Step 1: Understand the audience.
Grand Scale: Figure out what RPG likes and cater to it for a larger potential audience. (ex: RPG loves Fantasy stories, they've always been a popular choice, especially if you have no name as a GM yet.)
Local scale: Once you have players in whatever RP you decided to make, ensure they feel (and to a certain extent,
are) involved in creating the world. Encourage them to tie their back stories into certain events you mention in the plot, or if it's total open world with no end goal, to mention friends, family, locations, personal goals and failures, etc.
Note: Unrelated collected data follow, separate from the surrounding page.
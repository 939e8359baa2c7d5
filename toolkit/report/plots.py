"""Figures: mesh, raw (discontinuous) and smoothed contour plots, fields
along paths and the error indicator map.

matplotlib is imported inside each function, so importing the toolkit does
not need a display or a backend.  Colour maps are matplotlib's perceptually
uniform defaults (viridis for magnitudes, a diverging map for signed
differences).
"""
from __future__ import annotations

from typing import NamedTuple

import numpy as np

from toolkit.errors import InputError
from toolkit.core.elements import get_element, local_field_matrix
from toolkit.core.fields import GaussField, NodalField
from toolkit.core.mesh import Mesh

__all__ = ["plot_mesh", "contour_nodal", "contour_raw", "raw_vs_smoothed", "plot_path", "plot_indicator",
           "ContourData", "nodal_contour_data", "raw_contour_data", "contour_levels", "raw_nodal_values"]


def _axes(ax):
    import matplotlib.pyplot as plt

    if ax is None:
        _, ax = plt.subplots(figsize=(6, 4.5))
    return ax


def _need_2d(mesh):
    if mesh.dim != 2:
        raise InputError("contour plots are for 2D meshes; export a VTU file to view 3D models")


def plot_mesh(mesh: Mesh, ax=None, color="0.35", linewidth=0.4, label_regions=False):
    """Element outlines (quadratic edges drawn through their mid-side node)."""
    from matplotlib.collections import LineCollection

    _need_2d(mesh)
    ax = _axes(ax)
    segs = []
    for b in mesh.blocks:
        for e in b.element.edges:
            path = (e[0], e[2], e[1]) if len(e) == 3 else e
            pts = mesh.nodes[b.cells[:, list(path)]]                 # (m, 2|3, 2)
            segs.append(pts)
    lines = np.concatenate([np.concatenate([s[:, i:i + 2] for i in range(s.shape[1] - 1)]) for s in segs])
    ax.add_collection(LineCollection(lines, colors=color, linewidths=linewidth))
    ax.set_aspect("equal")
    ax.autoscale_view()
    if label_regions and len(mesh.regions) > 1:
        for b in mesh.blocks:
            c = mesh.nodes[b.cells].mean(axis=1)
            for r in np.unique(b.regions):
                p = c[b.regions == r].mean(axis=0)
                ax.annotate(f"region {r}", p, ha="center", fontsize=8)
    return ax


class ContourData(NamedTuple):
    """The triangulated data a contour plot draws: point coordinates ``xy``
    (p, 2), sub-triangles ``triangles`` (t, 3) indexing ``xy``, and the value
    ``z`` (p,) at each point."""

    xy: np.ndarray
    triangles: np.ndarray
    z: np.ndarray


def _triangles(cell_rows_by_block):
    """Each cell's declared drawing sub-triangles, as rows of point indices."""
    tris = []
    for name, rows in cell_rows_by_block.items():
        for t in get_element(name).plot_triangles:     # the type's declared drawing sub-triangles
            tris.append(rows[:, list(t)])
    return np.concatenate(tris)


def contour_levels(z, levels, vmin=None, vmax=None) -> np.ndarray:
    """The ``levels`` equally spaced contour levels from ``vmin`` to ``vmax``
    (default: the smallest and largest finite ``z``) that :func:`contour_nodal`
    and :func:`contour_raw` fill between."""
    vmin = np.nanmin(z) if vmin is None else vmin
    vmax = np.nanmax(z) if vmax is None else vmax
    if vmax <= vmin:
        vmax = vmin + max(abs(vmin), 1.0) * 1e-9
    return np.linspace(vmin, vmax, levels)


def _draw(ax, data: ContourData, levels, cmap, label, vmin=None, vmax=None):
    import matplotlib.pyplot as plt
    import matplotlib.tri as mtri

    tri = mtri.Triangulation(data.xy[:, 0], data.xy[:, 1], data.triangles)
    lv = contour_levels(data.z, levels, vmin, vmax)
    cs = ax.tricontourf(tri, data.z, levels=lv, cmap=cmap, extend="neither")
    ax.set_aspect("equal")
    plt.colorbar(cs, ax=ax, label=label, shrink=0.85)
    return cs


def nodal_contour_data(nodal: NodalField, component) -> ContourData:
    """What :func:`contour_nodal` draws: the nodal values of ``component`` at
    the nodes' coordinates, triangulated cell by cell (a node carrying one
    value per region appears once per region)."""
    mesh = nodal.mesh
    _need_2d(mesh)
    z = nodal.values[:, nodal.components.index(component)]
    rows = {b.name: nodal.cell_rows(b.name) for b in mesh.blocks}
    return ContourData(mesh.nodes[nodal.node], _triangles(rows), z)


def contour_nodal(nodal: NodalField, component, ax=None, levels=21, cmap="viridis", mesh_lines=False,
                  vmin=None, vmax=None, title=None):
    """Filled contours of a smoothed nodal field (region splits respected:
    each region is drawn from its own values)."""
    data = nodal_contour_data(nodal, component)
    ax = _axes(ax)
    _draw(ax, data, levels, cmap, component, vmin, vmax)
    if mesh_lines:
        plot_mesh(nodal.mesh, ax, linewidth=0.2)
    ax.set_title(title or f"{component}, {nodal.method or 'nodal'}")
    return ax


def raw_nodal_values(field: GaussField, component):
    """Each cell's own local field at its own nodes, cell by cell (no
    averaging): ``{block: (m, k)}``.  This is the discontinuous field."""
    a = field.components.index(component)
    out = {}
    for b in field.mesh.blocks:
        E = local_field_matrix(b.element, field.points[b.name], b.element.nodes)
        out[b.name] = field.values[b.name][..., a] @ E.T
    return out


def raw_contour_data(field: GaussField, component) -> ContourData:
    """What :func:`contour_raw` draws: every cell's own local field at its own
    nodes (:func:`raw_nodal_values`), each cell with its own copy of its node
    coordinates, so the values jump between cells."""
    mesh = field.mesh
    _need_2d(mesh)
    vals = raw_nodal_values(field, component)
    xy, z, rows, start = [], [], {}, 0
    for b in mesh.blocks:
        m, k = b.cells.shape
        xy.append(mesh.nodes[b.cells].reshape(-1, 2))
        z.append(vals[b.name].ravel())
        rows[b.name] = start + np.arange(m * k).reshape(m, k)
        start += m * k
    return ContourData(np.concatenate(xy), _triangles(rows), np.concatenate(z))


def contour_raw(field: GaussField, component, ax=None, levels=21, cmap="viridis", vmin=None, vmax=None,
                title=None):
    """Filled contours of the raw field: every cell drawn from its own
    integration-point values, so the jumps between cells stay visible."""
    data = raw_contour_data(field, component)
    ax = _axes(ax)
    _draw(ax, data, levels, cmap, component, vmin, vmax)
    ax.set_title(title or f"{component}, raw (cell by cell)")
    return ax


def raw_vs_smoothed(field: GaussField, nodal: NodalField, component, figsize=(11, 4.2), levels=21):
    """The raw integration-point field beside the smoothed one, on one colour
    scale.  Returns the figure."""
    import matplotlib.pyplot as plt

    raw = raw_nodal_values(field, component)
    z = nodal.values[:, nodal.components.index(component)]
    lo = min(min(v.min() for v in raw.values()), z.min())
    hi = max(max(v.max() for v in raw.values()), z.max())
    fig, axes = plt.subplots(1, 2, figsize=figsize, constrained_layout=True)
    contour_raw(field, component, axes[0], levels, vmin=lo, vmax=hi)
    contour_nodal(nodal, component, axes[1], levels, vmin=lo, vmax=hi,
                  title=f"{component}, smoothed ({nodal.method})")
    return fig


def plot_path(result, ax=None, quantity="von_mises", label=None, **kwargs):
    """Plot ``quantity`` (a name or a list of names) of a
    :class:`~toolkit.assess.sampling.PathResult` against distance; raw curves
    (``result.pieces``) are drawn element by element so their jumps show.
    Returns the axes."""
    import matplotlib.pyplot as plt

    if ax is None:
        _, ax = plt.subplots()
    names = [quantity] if isinstance(quantity, str) else list(quantity)
    for q in names:
        y = result[q]
        lab = label if (label is not None and len(names) == 1) else (f"{q} ({result.method})" if result.method else q)
        if result.pieces:
            line = None
            for pc in result.pieces:
                kw = dict(kwargs)
                if line is not None:
                    kw.setdefault("color", line.get_color())
                (ln,) = ax.plot(result.distances[pc], y[pc], label=lab if line is None else "_nolegend_", **kw)
                line = line or ln
        else:
            ax.plot(result.distances, y, label=lab, **kwargs)
    ax.set_xlabel(f"distance along {result.label}")
    ax.set_ylabel(names[0] if len(names) == 1 else "value")
    ax.legend()
    return ax


def plot_indicator(ind, ax=None, quantity="error", cmap="viridis", edgecolor="none", colorbar=True):
    """Map of the per-element error of an
    :class:`~toolkit.assess.indicator.ErrorIndicator` over a 2D mesh (cells
    drawn as their corner polygons).  ``quantity``: ``"error"``
    (``||e||_K``) or ``"density"`` (``||e||_K / sqrt(area_K)``, independent
    of element size).  Returns the axes."""
    import matplotlib.pyplot as plt
    from matplotlib.collections import PolyCollection

    if ind.mesh.dim != 2:
        raise InputError("ErrorIndicator.plot maps 2D meshes only")
    if quantity not in ("error", "density"):
        raise InputError(f"quantity must be 'error' or 'density', got {quantity!r}")
    if ax is None:
        _, ax = plt.subplots()
    polys, vals = [], []
    for b in ind.mesh.blocks:
        xy = ind.mesh.nodes[b.cells[:, :b.element.ncorners]]
        v = ind.per_block[b.name]
        if quantity == "density":
            v = v / np.sqrt(ind.mesh.volumes(b.name))
        polys.extend(xy)
        vals.append(v)
    pc = PolyCollection(polys, array=np.concatenate(vals), cmap=cmap, edgecolors=edgecolor)
    ax.add_collection(pc)
    ax.autoscale_view()
    ax.set_aspect("equal")
    ax.set_title(f"ZZ error estimate ({ind.measure}), eta = {100 * ind.eta:.3g} %")
    if colorbar:
        ax.figure.colorbar(pc, ax=ax, label="||e||_K" if quantity == "error" else "||e||_K / sqrt(A_K)")
    return ax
Then keep this momentum going, keep the OOC chatter alive or get everyone together on a messenger client so they can be chatty. Bonus points for IM's being that if they're even remotely active on them you can ask them in real time how their post is going, or when they can post.
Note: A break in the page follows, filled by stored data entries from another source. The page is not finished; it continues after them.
# ---------------------------------------------------------------------------
# results: csv, table, plot; 3D paths
# ---------------------------------------------------------------------------
def test_result_csv_table_plot(tmp_path):
    m, nf = kirsch_nodal("quad8", 1)
    res = sample(nf, PATHS["chord"](), n=17)
    out = res.to_csv(tmp_path / "chord.csv")
    header = open(out).readline().strip().split(",")
    assert header[:8] == ["distance", "x", "y", "tx", "ty", "nx", "ny", "element"]
    data = np.loadtxt(out, delimiter=",", skiprows=1)
    np.testing.assert_allclose(data[:, 0], res.distances, rtol=1e-9)
    np.testing.assert_allclose(data[:, header.index("stt")], res["stt"], rtol=1e-8, atol=1e-12)
    assert "von_mises" in res.to_table() and "max von_mises" in repr(res)
    assert "<table>" in res._repr_html_()
    import matplotlib
    matplotlib.use("Agg")
    ax = res.plot(quantity=["stt", "snn"])
    assert len(ax.lines) == 2
    fld = GaussField(m, {"quad8": kirsch(m.geometry("quad8", "full").x_cqi)[0]}, ("sxx", "syy", "sxy"))
    raw = raw_along(fld, PATHS["chord"](), n=17)
    ax = raw.plot(quantity="stt")
    assert len(ax.lines) == len(raw.pieces) and len(set(l.get_color() for l in ax.lines)) == 1
    with pytest.raises(KeyError, match="no quantity"):
        res["nope"]


def test_3d_line_with_reference_normal():
    """A 3D line through a hex8 box: a linear field is reproduced, and with a
    reference normal the path-frame stresses are n.S.n, t.S.t, n.S.t (tensor
    rotation, common practice)."""
    m = box_mesh("hex8", 3, 3, 3, distort=0.3)
    x = m.nodes
    comps = ("sxx", "syy", "szz", "sxy", "syz", "sxz")
    vals = np.c_[1 + x[:, 0], 2 + 0 * x[:, 0], 3 * x[:, 2], 0.5 + 0 * x[:, 0], x[:, 1], 0 * x[:, 0]]
    nf = nodal(m, vals, comps)
    p = line((0.1, 0.2, 0.3), (0.9, 0.7, 0.6), normal=(0, 0, 1))
    res = sample(nf, p, n=11)
    P = res.points
    want = np.c_[1 + P[:, 0], 2 + 0 * P[:, 0], 3 * P[:, 2], 0.5 + 0 * P[:, 0], P[:, 1], 0 * P[:, 0]]
    np.testing.assert_allclose(np.column_stack([res[c] for c in comps]), want, atol=1e-12)
    t, n = res.tangents[0], res.normals[0]
    assert abs(t @ n) < 1e-14
    Sm = np.array([[want[0, 0], want[0, 3], want[0, 5]], [want[0, 3], want[0, 1], want[0, 4]],
                   [want[0, 5], want[0, 4], want[0, 2]]])
    assert res["snn"][0] == pytest.approx(n @ Sm @ n)
    assert res["stt"][0] == pytest.approx(t @ Sm @ t)
    assert res["snt"][0] == pytest.approx(n @ Sm @ t)
    no_ref = sample(nf, line((0.1, 0.2, 0.3), (0.9, 0.7, 0.6)), n=5)
    assert no_ref.normals is None and "snn" not in no_ref.derived and "von_mises" in no_ref.derived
Step 2: Momentum. I can't emphasize this point enough, so it gets its own step altogether. Keep pushing forward, keep making everyone feel important and useful, keep the creative juices flowing. It's like a wheel, a big wheel. When it's moving, the pace will blow your mind. When it slows down everything gets harder to keep it motion and when it stops it takes a lot of effort to get it going again. You don't have to move at the stupid-fast pace of the free section, but trying to keep at least one post a week is a good idea.
Step 3: The RP is never dead until everyone gives up on it. If there's been no post for over a month, and everyone still says they have interest, then keep posting in it anyway. There's no rule anywhere that says that after X amount of time your RP is dead. Do what you want and never feel pressured that if you've lost momentum, the RP is dead... Because it isn't. It's just very sluggish now.
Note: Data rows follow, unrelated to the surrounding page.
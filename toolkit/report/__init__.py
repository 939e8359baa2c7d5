"""Layer 5: what a reader sees.  One number formatter and one JSON converter,
tables, the summary record, all matplotlib drawing (objects' ``.plot()``
methods delegate here), the path widget and the steps the workbooks share."""
from toolkit.report.tables import HEADLESS_ENV, Table, fmt, footer, headless, inputs_table

__all__ = ["Table", "fmt", "inputs_table", "footer", "headless", "HEADLESS_ENV"]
Step 4: Use the information players provide in their sheets to your advantage. Character X has a sister? Introduce her into the story in some manner. This directly tells the player that yes, their character matters, their history matters, what they wrote matters and is part of your universe.
Step 5: Got momentum? Have the players directly involved? Writing an RP that caters to the overall collective interest of RPG in some way? Understand that an RP is never dead so long as people want to post in it? Congratulations, this, plus a couple of attempts to get an idea going with some consistent players in it, will pretty much guarantee that you will have a long lasting RP.
The only question is if you really want that.